It would have to be pears for me, they're color is just ugly to me. Bleh


----------



## Feraligator (Jul 23, 2017)

From best to worst:

Apples
Cherries
Pears
Oranges
Peaches

I can only tolerate the red fruits in this game, I think they compliment the green around them nicely.
Pears I've had in so many towns—I honestly don't think they look too bad.

Oranges feel kinda bland and don't mix well with green leaves.

Peaches are my least favourite, probably because they look like butts (which is probably why lots of people like them lmao ) and they're so pale.

Plus perfect apples and cherries look so nice.

*Just my opinion! I always seem to have different opinions to others lol, I feel like I'm the only one hating on peaches.


----------



## TykiButterfree (Jul 23, 2017)

I don't really like the pears. They are kind of plain to me. I also don't really like them as actual fruit so that probably has something to do with it. To me they just taste like bland apples.


----------



## lunatepic (Jul 23, 2017)

I don't really dislike them, but I voted oranges (their perfect version just looks kinda... odd? lmao) I've seen a couple tropical themed towns that really make them work though.


----------



## ExpertaEnNada (Jul 23, 2017)

JezDayy said:


> From best to worst:
> 
> Apples
> Cherries
> ...



Second this!~ Peaches look soft and the color is nice, but the shape... is so awkward xD.
But... perfect orange is the most wtf thing of the game, so theres goes my vote.


----------



## BrinaLouWho (Jul 23, 2017)

The only native fruit I really dont like is oranges, especially perfect oranges.. yuck.


----------



## Ably.Saucey (Jul 23, 2017)

I have perfect pears and I like them and I hope my next town has oranges, so I guess I'm opposite. lol


----------



## Garrett (Jul 23, 2017)

Pear. The normal pear gets lost in the foliage as it's green, the perfect pear looks mouldy.


----------



## namiieco (Jul 23, 2017)

oranges look a little bland
the perfect version looks... interesting?


----------



## TheDuke55 (Jul 23, 2017)

Dang, there's quite a lot of hate on pears. Taste wise, I'd have to say I dislike apples the most, but you can't really taste in game fruit...so.


----------



## Mink777 (Jul 23, 2017)

Definitely the pears. The rest of the fruit are fine, but the pears are terrible.


----------



## Taka (Jul 23, 2017)

Pears are the most disliked? I feel bad for them, I think they're cute. xD


----------



## pastellrain (Jul 23, 2017)

I don't like apples IRL, but they're aesthetically pleasing in the game.
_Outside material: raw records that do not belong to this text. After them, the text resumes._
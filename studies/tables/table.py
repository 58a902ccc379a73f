"""A table as read, and its columns as labels or as numbers in the units inside."""

from __future__ import annotations

import math
from collections.abc import Callable, Iterable
from dataclasses import dataclass, replace

import numpy as np
from numpy.typing import NDArray

from pullback.studies.faults import BadInput, Fault, Faults, listed, nearest, shown
from pullback.studies.study import Rows
from pullback.studies.tables.cells import is_missing, number
from pullback.studies.units import DIMENSIONS, conversion, is_usual

Array = NDArray[np.float64]
_MOST_FAULTS = 10


@dataclass(frozen=True)
class Heading:
    """A column's `name` in lower case, its `unit` if it has one, and the `text` as it stands."""

    name: str
    unit: str | None
    text: str


@dataclass(frozen=True)
class Table:
    """Cells as text, row by row, with each row's 1-based line in the file."""

    file: str
    header_line: int
    headings: tuple[Heading, ...]
    cells: list[list[str]]
    line: NDArray[np.int64]

    @property
    def rows(self) -> Rows:
        """Where the rows came from."""
        return Rows(self.file, self.line)

    def has(self, name: str) -> bool:
        """Whether there is a column of that name."""
        return any(h.name == name for h in self.headings)

    def require(self, *names: str) -> None:
        """Raise BadInput for each of the columns that is not there."""
        faults = Faults()
        for name in names:
            if not self.has(name):
                others = [h.name for h in self.headings]
                near = nearest(name, others)
                remedy = f'Is "{near}" meant?' if near else ""
                read = f"the columns {listed(h.text for h in self.headings)}"
                faults.append(self.fault(None, name, read, f"a column {shown(name)}", remedy))
        faults.settle()

    def unknown(self, known: Iterable[str]) -> list[str]:
        """A sentence where columns are not known, and so not read."""
        known = {*known, "piece"}
        names = [h.text for h in self.headings if h.name not in known]
        return [f"{self.file}: not known and not read: column {listed(names)}"] if names else []

    def of_piece(self, piece: str) -> Table:
        """The rows of one piece, or all where there is no column `piece`."""
        if not self.has("piece"):
            return self
        found = self.labels("piece")
        keep = [k for k, label in enumerate(found) if label == piece]
        if not keep:
            pieces = listed(dict.fromkeys(found))
            raise BadInput(self.fault(None, "piece", f"the pieces {pieces}", f'rows of the piece "{piece}"'))
        return self.where(np.isin(np.arange(len(found)), keep))

    def where(self, keep: NDArray[np.bool_]) -> Table:
        """The rows that `keep` (rows,) marks."""
        return replace(self, cells=[c for c, k in zip(self.cells, keep, strict=True) if k], line=self.line[keep])

    def labels(self, name: str) -> list[str]:
        """A column as text; raises BadInput for missing cells."""
        column = self._column(name)
        bad = [k for k, row in enumerate(self.cells) if is_missing(row[column])]
        self._raise(self.fault(k, name, "a missing cell", "a label") for k in bad)
        return [row[column] for row in self.cells]

    def numbers(
        self, name: str, dimension: str, missing: bool = False, low: float = -math.inf, zero: bool = True
    ) -> Array:
        """A column in the unit inside, NaN where a cell is missing and may be.

        Raises BadInput for each cell that is not a finite number, is missing and may not be, or lies below `low`
        (or on it, unless `zero`).
        """
        column = self._column(name)
        factor, offset = self._conversion(self.headings[column], dimension)
        values, faults = np.full(len(self.cells), np.nan), Faults()
        for k, row in enumerate(self.cells):
            cell = row[column]
            if is_missing(cell):
                if not missing:
                    faults.append(self.fault(k, name, f"a missing cell ({shown(cell)})", "a number"))
                continue
            try:
                values[k] = number(cell) * factor + offset
            except ValueError as error:
                faults.append(self.fault(k, name, shown(cell), str(error)))
                continue
            if not is_usual(values[k]):
                faults.append(self.fault(k, name, shown(cell), "a finite number of usual size"))
            elif values[k] < low or (values[k] == low and not zero):
                wanted = f"{'at least' if zero else 'more than'} {low:g}"
                faults.append(self.fault(k, name, shown(cell), wanted))
        self._raise(faults)
        return values

    def fault(self, row: int | None, column: str, read: str, expected: str, remedy: str = "") -> Fault:
        """A fault in a column of this table, at a row or (None) at the headings."""
        line = self.header_line if row is None else int(self.line[row])
        return Fault(expected, read, remedy, self.file, line, f"column {column}" if column else "")

    def faults_where(self, bad: NDArray[np.bool_], column: str, read: Callable[[int], str], expected: str) -> None:
        """Raise BadInput with a fault for each row that `bad` marks."""
        self._raise(self.fault(int(k), column, read(int(k)), expected) for k in np.flatnonzero(bad))

    def _column(self, name: str) -> int:
        self.require(name)
        return next(k for k, h in enumerate(self.headings) if h.name == name)

    def _conversion(self, heading: Heading, dimension: str) -> tuple[float, float]:
        example = DIMENSIONS[dimension][1] if dimension != "relative" else "%"
        if heading.unit is None:
            expected = f"a unit of {dimension} in the heading, as in {heading.text} [{example}]"
            raise BadInput(self.fault(None, heading.name, "no unit", expected))
        try:
            return conversion(heading.unit, dimension)
        except BadInput as bad:
            right = bad.faults[0].remedy
            remedy = f"Write [{right}]." if right else f"Read are {listed(DIMENSIONS[dimension][3])}."
            raise BadInput(self.fault(None, heading.name, heading.text, bad.faults[0].expected, remedy)) from None

    def _raise(self, faults: Iterable[Fault]) -> None:
        faults = list(faults)
        if len(faults) > _MOST_FAULTS:
            more = self.fault(None, "", f"{len(faults) - _MOST_FAULTS} more faults of the kind", "none")
            faults = [*faults[:_MOST_FAULTS], more]
        if faults:
            raise BadInput(faults)
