function signatureOf(header: Header): string {
  return JSON.stringify([
    header.kind,
    header.name,
    header.dummies.map((one) => one.name),
    header.resultName,
    header.linkName,
    header.attributes,
  ]);
}

/** What several ways of compiling one statement have in common is kept once; what all have, without a condition of its own. */
function mergeAlike<T extends { line: number; column: number; condition?: string }>(
  list: T[],
  first: number,
  ways: number,
  base: string | undefined,
): void {
  if (list.length <= first) return;
  const added = list.splice(first);
  const groups = new Map<string, T[]>();
  for (const one of added) {
    const { condition: _, ...rest } = one;
    const key = JSON.stringify(rest);
    const known = groups.get(key);
    if (known === undefined) groups.set(key, [one]);
    else known.push(one);
  }
  for (const [one, ...others] of groups.values()) {
    if (ways > 0 && others.length + 1 === ways) {
      const { condition: _, ...rest } = one!;
      list.push((base === undefined ? rest : { ...rest, condition: base }) as T);
    } else list.push(one!);
  }
}
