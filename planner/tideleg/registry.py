"""Finding the plugins, and naming the broken one.

Plugins are entry points of the group `tideleg`; each names a module that implements some of the hooks in
`contract.Hooks`. First-party plugins register exactly so. A plugin that cannot be loaded, or whose hook raises, is
kept as a fault with its distribution; the rest go on, and only work that needs it fails.
"""

from __future__ import annotations

import difflib
import functools
from collections.abc import Callable, Iterable
from importlib import metadata
from typing import Any, NamedTuple, TypeVar

import pluggy

from tideleg.contract import PROJECT, CoolingModel, Hooks, LossModel, Topology
from tideleg.errors import PluginError
from tideleg.source import ProfileSource
from tideleg.stress import LifeModel

KINDS: dict[str, type] = {
    "topology": Topology,
    "loss_model": LossModel,
    "cooling_model": CoolingModel,
    "life_model": LifeModel,
    "profile_source": ProfileSource,
}
"""Hook name -> what it must offer."""

KIND_WORDS = {
    "topology": "topology",
    "loss_model": "loss",
    "cooling_model": "cooling",
    "life_model": "life",
    "profile_source": "profile",
}

Offer = TypeVar("Offer")


class Plugin(NamedTuple):
    """One thing that a plugin offers.

    name : its own name, unique within its kind
    kind : "topology", "loss", "cooling", "life" or "profile"
    offer : the object itself
    module, distribution, version : where it came from
    """

    name: str
    kind: str
    offer: Any
    module: str
    distribution: str
    version: str


class Fault(NamedTuple):
    """A plugin that could not be used: entry-point name, where it came from, and what happened."""

    name: str
    module: str
    distribution: str
    version: str
    what: str

    def sentence(self) -> str:
        """Return the fault as one line for a person."""
        return f"plugin '{self.name}' ({self.module}, from {self.distribution} {self.version}) {self.what}"


class Registry:
    """All plugins that are installed, sorted by name, and the faults of those that are broken."""

    def __init__(self, plugins: Iterable[Plugin], faults: Iterable[Fault]) -> None:
        self.faults = tuple(faults)
        self.plugins = tuple(sorted(plugins, key=lambda p: (p.kind, p.name)))

    def topology(self, name: str) -> Topology:
        """Return the topology of that name.

        Raises
        ------
        PluginError
            If none is installed, with the names that are and the faults that may be why.
        """
        found: Topology = self._named("topology", name)
        return found

    def cooling(self, name: str) -> CoolingModel:
        """Return the cooling model of that name; raises PluginError as `topology` does."""
        found: CoolingModel = self._named("cooling", name)
        return found

    def life(self, name: str) -> LifeModel:
        """Return the life model of that name; raises PluginError as `topology` does."""
        found: LifeModel = self._named("life", name)
        return found

    def life_models(self) -> tuple[LifeModel, ...]:
        """Return every life model, by name."""
        return tuple(p.offer for p in self.plugins if p.kind == "life")

    def profile_source(self, name: str) -> ProfileSource:
        """Return the profile source of that name; raises PluginError as `topology` does."""
        found: ProfileSource = self._named("profile", name)
        return found

    def profile_sources(self) -> tuple[ProfileSource, ...]:
        """Return every profile source, by name."""
        return tuple(p.offer for p in self.plugins if p.kind == "profile")

    def topologies(self) -> tuple[Topology, ...]:
        """Return every topology, by name."""
        return tuple(p.offer for p in self.plugins if p.kind == "topology")

    def loss_models(self) -> tuple[LossModel, ...]:
        """Return every loss model, by name."""
        return tuple(p.offer for p in self.plugins if p.kind == "loss")

    def cooling_models(self) -> tuple[CoolingModel, ...]:
        """Return every cooling model, by name."""
        return tuple(p.offer for p in self.plugins if p.kind == "cooling")

    def _named(self, kind: str, name: str) -> Any:
        known = {p.name: p.offer for p in self.plugins if p.kind == kind}
        if name in known:
            return known[name]
        close = difflib.get_close_matches(name, known, n=1)
        hint = f" Did you mean {close[0]!r}?" if close else ""
        broken = "".join(f"\n  {fault.sentence()}" for fault in self.faults)
        broken = f"\nPlugins that could not be used:{broken}" if broken else ""
        installed = ", ".join(known) or "none"
        raise PluginError(
            f"no {kind} plugin named {name!r} is installed; installed: {installed}.{hint}"
            f" Install the distribution that brings it, or choose one of these.{broken}"
        )

    def owner(self, offer: object) -> str:
        """Return where an offer came from, for messages: name, module, distribution and version."""
        for p in self.plugins:
            if p.offer is offer:
                return f"{p.kind} plugin '{p.name}' ({p.module}, from {p.distribution} {p.version})"
        return f"plugin {offer!r}"


def call_plugin(registry: Registry, offer: object, work: Callable[[], Offer]) -> Offer:
    """Run plugin code; whatever it raises becomes a PluginError that names the plugin.

    Errors of tideleg itself and of pydantic pass as they are: they speak about the person's input, not the plugin.
    """
    from pydantic import ValidationError

    from tideleg.errors import TidelegError

    try:
        return work()
    except (TidelegError, ValidationError):
        raise
    except Exception as error:
        raise PluginError(f"{registry.owner(offer)} raised {type(error).__name__}: {error}") from error


def collect(entries: Iterable[metadata.EntryPoint]) -> Registry:
    """Load plugins from entry points; sorted by name, so that the order never depends on installation."""
    manager = pluggy.PluginManager(PROJECT)
    manager.add_hookspecs(Hooks)
    plugins: list[Plugin] = []
    faults: list[Fault] = []
    for entry in sorted(entries, key=lambda e: (e.name, e.value)):
        origin = _origin(entry)
        try:
            module = entry.load()
            manager.register(module, name=f"{entry.name} ({origin.distribution})")
        except Exception as error:
            faults.append(origin.fault(f"could not be loaded: {type(error).__name__}: {error}"))
            continue
        implemented = {caller.name for caller in manager.get_hookcallers(module) or ()}
        _gather(module, implemented, origin, plugins, faults)
    return _without_twins(plugins, faults)


class _Origin(NamedTuple):
    name: str
    module: str
    distribution: str
    version: str

    def fault(self, what: str) -> Fault:
        return Fault(*self, what)


def _gather(module: Any, implemented: set[str], origin: _Origin, plugins: list[Plugin], faults: list[Fault]) -> None:
    """Call every hook that one plugin implements and keep what it offers, or its fault."""
    hooks = ", ".join(KINDS)
    unknown = sorted(implemented - set(KINDS))
    faults += [origin.fault(f"implements the unknown hook {name!r}; hooks are {hooks}") for name in unknown]
    if not implemented:
        faults.append(origin.fault(f"implements no hook; hooks are {hooks}"))
    for hook, protocol in KINDS.items():
        if hook not in implemented:
            continue
        try:
            offer: Any = getattr(module, hook)()
        except Exception as error:
            faults.append(origin.fault(f"raised in hook {hook!r}: {type(error).__name__}: {error}"))
            continue
        lacking = [name for name in _members(protocol) if not hasattr(offer, name)]
        if lacking:
            faults.append(origin.fault(f"offered no {KIND_WORDS[hook]} model in hook {hook!r}: it lacks {lacking}"))
        else:
            plugins.append(Plugin(offer.name, KIND_WORDS[hook], offer, *origin[1:]))


def _members(protocol: type) -> list[str]:
    return sorted(name for name in vars(protocol) if not name.startswith("_"))


def _without_twins(plugins: list[Plugin], faults: list[Fault]) -> Registry:
    """Refuse two plugins of one kind and name: neither is picked, both are named."""
    seen: dict[tuple[str, str], list[Plugin]] = {}
    for plugin in plugins:
        seen.setdefault((plugin.kind, plugin.name), []).append(plugin)
    single = [group[0] for group in seen.values() if len(group) == 1]
    for group in seen.values():
        for plugin in group if len(group) > 1 else ():
            others = ", ".join(f"{p.module} from {p.distribution}" for p in group if p is not plugin)
            what = f"shares the {plugin.kind} name {plugin.name!r} with {others}; neither is used, remove one"
            faults.append(Fault(plugin.name, plugin.module, plugin.distribution, plugin.version, what))
    return Registry(single, faults)


def _origin(entry: metadata.EntryPoint) -> _Origin:
    distribution = entry.dist
    if distribution is None:
        return _Origin(entry.name, entry.value, "an unnamed distribution", "?")
    return _Origin(entry.name, entry.value, distribution.name, distribution.version)


@functools.cache
def installed() -> Registry:
    """Return the registry of everything installed; read once in a process."""
    return collect(tuple(metadata.entry_points(group=PROJECT)))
I guess I think the pears look the worst?

EDIT: I'm surprised people seem to be hating on oranges. They're my favorites, both in taste and aesthetic.


----------



## jozial (Jul 23, 2017)

My first town had pears and I hated it. I don't like pears irl either but it's interesting to know that most people don't like them in game.

My two towns have apples and cherries. Perfect apples are really pretty


----------



## Maddycool (Jul 23, 2017)

I hate peaches.


----------



## casual.kyle (Jul 23, 2017)

I had a hard time choosing between oranges and pears because they're both really boring to me, but I went with pears because the perfect version doesn't even make it look that appealing.


----------



## Cheremtasy (Jul 23, 2017)

I voted for pears... that's my personal opinion because I've never ever really liked pears. They don't look nice and their taste is just really meh to me... In terms of perfect fruit though, I hate oranges because they look similar to perfect pears and have that weird bump on them which os just off-putting to me. It makes the perfect oranges stand out in a bad way for me and I don't understand why [perfect oranges couldn't have just been recoloured like all of the other perfect fruit... it's just been a peeve of mine. :'>


----------



## Seashell (Jul 23, 2017)

Oranges, I guess? It's sorta a tie with oranges and apples for me. (Although perfect apples are really pretty!) I don't really mind any of the fruit, though. They're all okay?


----------



## AccfSally (Jul 23, 2017)

I don't like pears, I also don't like peaches but it's perfect fruit makes up for it.


----------



## xSuperMario64x (Jul 23, 2017)

Pansear-and-Nana said:


> Nobody likes pears. They aren't that colorful.



I love pears ^o^


----------



## Mink777 (Jul 23, 2017)

1. Oranges
2. Cherries
3. Peaches
4. Apples
10. Pears.


----------



## Bluebellie (Jul 23, 2017)

I also really don't like perfect oranges... like why are they shaped soooo weird?


----------



## katielizzabeth (Jul 23, 2017)

I like pears IRL but in game...they just don't look good. Oranges are probably second as worst fruit for me.


----------



## Lackadaisy (Jul 23, 2017)

I like the shininess of the perfect oranges, but agree that the shape is a bit off-putting. Far-fetched guess, but I think it could be because the shape defies what we expect of an orange. That means that they are "deformed" and there's something "wrong" about them, which as a concept unfortunately makes people uncomfortable (think of how many people are unsettled by physical disabilities for example)


----------



## Vonny (Jul 23, 2017)

I don't like pears because they're green and hard to see during spring/summer. Surprised oranges got so many votes I love my perfect orange trees.  (Wish I had apples though)


----------



## PancakePaws (Jul 23, 2017)

The worst: Oranges.
The best: Cherries.
I actually don't mind the fruit in Animal Crossing. All of the fruit looks nice to me and I'm always happy with whatever native fruit I get. That being said, the the perfect oranges look very bumpy to me and they aren't very pleasing to look at. 
Cherries are probably my favorite fruit because of their design. I have no idea why, it just appeals to me.
Honestly, I'm surprised that pears aren't liked. I actually have native pears in my town and I've always thought they had a nice design, so it's been quite an eye opener reading this thread.


----------



## HHoney (Jul 24, 2017)

I knew the "worst" fruit was going to be pears.
It's just my opinion but I have always liked the pears in all the AC games. I like their cheerful green color so that the flowers get more attention. I enjoy them in all seasons except the peak fall colors.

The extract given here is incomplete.